* Exercise directions: Every line below that has the string "sign" needs to be copied.

* Source material:
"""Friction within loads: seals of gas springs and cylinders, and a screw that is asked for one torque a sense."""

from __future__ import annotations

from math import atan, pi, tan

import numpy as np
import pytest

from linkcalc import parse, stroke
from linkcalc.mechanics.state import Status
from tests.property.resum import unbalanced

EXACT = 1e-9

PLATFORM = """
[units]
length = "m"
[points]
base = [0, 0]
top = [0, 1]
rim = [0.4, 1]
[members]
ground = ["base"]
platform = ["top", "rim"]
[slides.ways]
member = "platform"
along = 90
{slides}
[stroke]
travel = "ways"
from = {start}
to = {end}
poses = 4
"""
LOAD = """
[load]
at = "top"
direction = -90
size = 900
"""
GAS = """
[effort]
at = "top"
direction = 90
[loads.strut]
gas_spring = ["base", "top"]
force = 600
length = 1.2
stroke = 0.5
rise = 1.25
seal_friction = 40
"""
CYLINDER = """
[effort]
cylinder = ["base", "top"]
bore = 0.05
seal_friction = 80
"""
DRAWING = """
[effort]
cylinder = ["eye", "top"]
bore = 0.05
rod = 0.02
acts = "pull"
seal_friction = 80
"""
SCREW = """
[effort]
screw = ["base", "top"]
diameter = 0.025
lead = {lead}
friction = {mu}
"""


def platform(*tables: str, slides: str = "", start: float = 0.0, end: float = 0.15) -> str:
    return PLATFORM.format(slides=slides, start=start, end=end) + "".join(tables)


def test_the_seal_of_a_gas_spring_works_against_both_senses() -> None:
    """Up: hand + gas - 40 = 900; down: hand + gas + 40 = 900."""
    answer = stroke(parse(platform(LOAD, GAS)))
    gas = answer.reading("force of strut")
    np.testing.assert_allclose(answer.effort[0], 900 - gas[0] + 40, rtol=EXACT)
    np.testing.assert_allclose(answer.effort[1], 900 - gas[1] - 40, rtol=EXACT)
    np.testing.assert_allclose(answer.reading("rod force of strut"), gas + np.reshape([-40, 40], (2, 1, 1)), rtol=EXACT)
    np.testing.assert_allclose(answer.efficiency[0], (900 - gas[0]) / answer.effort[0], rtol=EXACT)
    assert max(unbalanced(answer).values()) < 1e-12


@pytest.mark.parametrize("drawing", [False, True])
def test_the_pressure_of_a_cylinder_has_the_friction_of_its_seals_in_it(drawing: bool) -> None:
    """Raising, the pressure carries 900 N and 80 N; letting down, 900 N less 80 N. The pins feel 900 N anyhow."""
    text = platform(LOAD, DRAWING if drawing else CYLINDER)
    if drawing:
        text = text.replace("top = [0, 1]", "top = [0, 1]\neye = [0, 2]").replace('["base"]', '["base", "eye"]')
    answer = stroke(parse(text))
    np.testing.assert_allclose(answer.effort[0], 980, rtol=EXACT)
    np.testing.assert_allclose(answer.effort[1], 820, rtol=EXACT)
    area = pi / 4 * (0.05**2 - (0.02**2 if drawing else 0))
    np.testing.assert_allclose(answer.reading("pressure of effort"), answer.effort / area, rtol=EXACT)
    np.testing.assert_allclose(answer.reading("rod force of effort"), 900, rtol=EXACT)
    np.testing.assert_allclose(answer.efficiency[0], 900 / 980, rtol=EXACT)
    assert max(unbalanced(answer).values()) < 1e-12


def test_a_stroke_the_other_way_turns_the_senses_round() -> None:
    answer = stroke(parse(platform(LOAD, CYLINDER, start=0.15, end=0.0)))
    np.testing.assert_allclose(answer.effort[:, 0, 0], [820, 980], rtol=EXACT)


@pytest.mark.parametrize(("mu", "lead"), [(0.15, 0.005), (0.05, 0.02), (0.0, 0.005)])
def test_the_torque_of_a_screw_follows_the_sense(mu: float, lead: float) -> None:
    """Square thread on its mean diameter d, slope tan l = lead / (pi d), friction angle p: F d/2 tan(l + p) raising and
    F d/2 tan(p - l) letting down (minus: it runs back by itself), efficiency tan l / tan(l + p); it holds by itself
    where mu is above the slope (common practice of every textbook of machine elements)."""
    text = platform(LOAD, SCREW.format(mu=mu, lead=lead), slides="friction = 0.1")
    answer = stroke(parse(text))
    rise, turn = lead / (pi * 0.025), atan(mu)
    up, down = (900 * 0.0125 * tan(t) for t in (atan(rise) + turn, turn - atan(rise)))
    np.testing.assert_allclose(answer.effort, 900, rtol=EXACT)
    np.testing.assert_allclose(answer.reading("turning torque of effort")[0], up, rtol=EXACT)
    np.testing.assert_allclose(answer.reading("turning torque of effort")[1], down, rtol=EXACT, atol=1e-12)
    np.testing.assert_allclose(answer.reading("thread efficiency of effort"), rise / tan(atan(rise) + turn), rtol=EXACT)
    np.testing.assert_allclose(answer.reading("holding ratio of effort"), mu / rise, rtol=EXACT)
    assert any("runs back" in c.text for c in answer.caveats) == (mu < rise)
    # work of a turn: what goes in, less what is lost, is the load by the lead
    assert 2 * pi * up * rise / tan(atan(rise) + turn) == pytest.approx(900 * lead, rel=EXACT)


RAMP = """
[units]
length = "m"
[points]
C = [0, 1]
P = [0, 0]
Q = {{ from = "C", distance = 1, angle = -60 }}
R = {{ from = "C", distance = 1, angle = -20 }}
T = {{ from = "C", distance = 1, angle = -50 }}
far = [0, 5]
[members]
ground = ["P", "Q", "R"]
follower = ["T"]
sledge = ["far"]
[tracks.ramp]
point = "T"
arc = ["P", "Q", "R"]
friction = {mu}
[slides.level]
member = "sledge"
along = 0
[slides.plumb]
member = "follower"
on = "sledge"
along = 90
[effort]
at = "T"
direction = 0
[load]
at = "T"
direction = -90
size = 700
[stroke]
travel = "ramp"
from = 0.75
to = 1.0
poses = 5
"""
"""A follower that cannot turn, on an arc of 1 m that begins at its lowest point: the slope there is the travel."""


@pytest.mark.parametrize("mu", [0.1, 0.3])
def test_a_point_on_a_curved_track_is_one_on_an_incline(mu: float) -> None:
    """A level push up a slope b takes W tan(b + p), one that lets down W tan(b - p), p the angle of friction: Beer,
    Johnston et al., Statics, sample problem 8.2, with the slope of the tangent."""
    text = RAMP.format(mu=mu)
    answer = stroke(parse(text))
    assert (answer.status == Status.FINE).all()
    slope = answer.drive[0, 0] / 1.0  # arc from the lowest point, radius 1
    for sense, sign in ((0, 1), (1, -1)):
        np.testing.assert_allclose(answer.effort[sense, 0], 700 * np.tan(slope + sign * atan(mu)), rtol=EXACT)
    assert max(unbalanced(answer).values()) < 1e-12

* Completed task:
    for sense, sign in ((0, 1), (1, -1)):
        np.testing.assert_allclose(answer.effort[sense, 0], 700 * np.tan(slope + sign * atan(mu)), rtol=EXACT)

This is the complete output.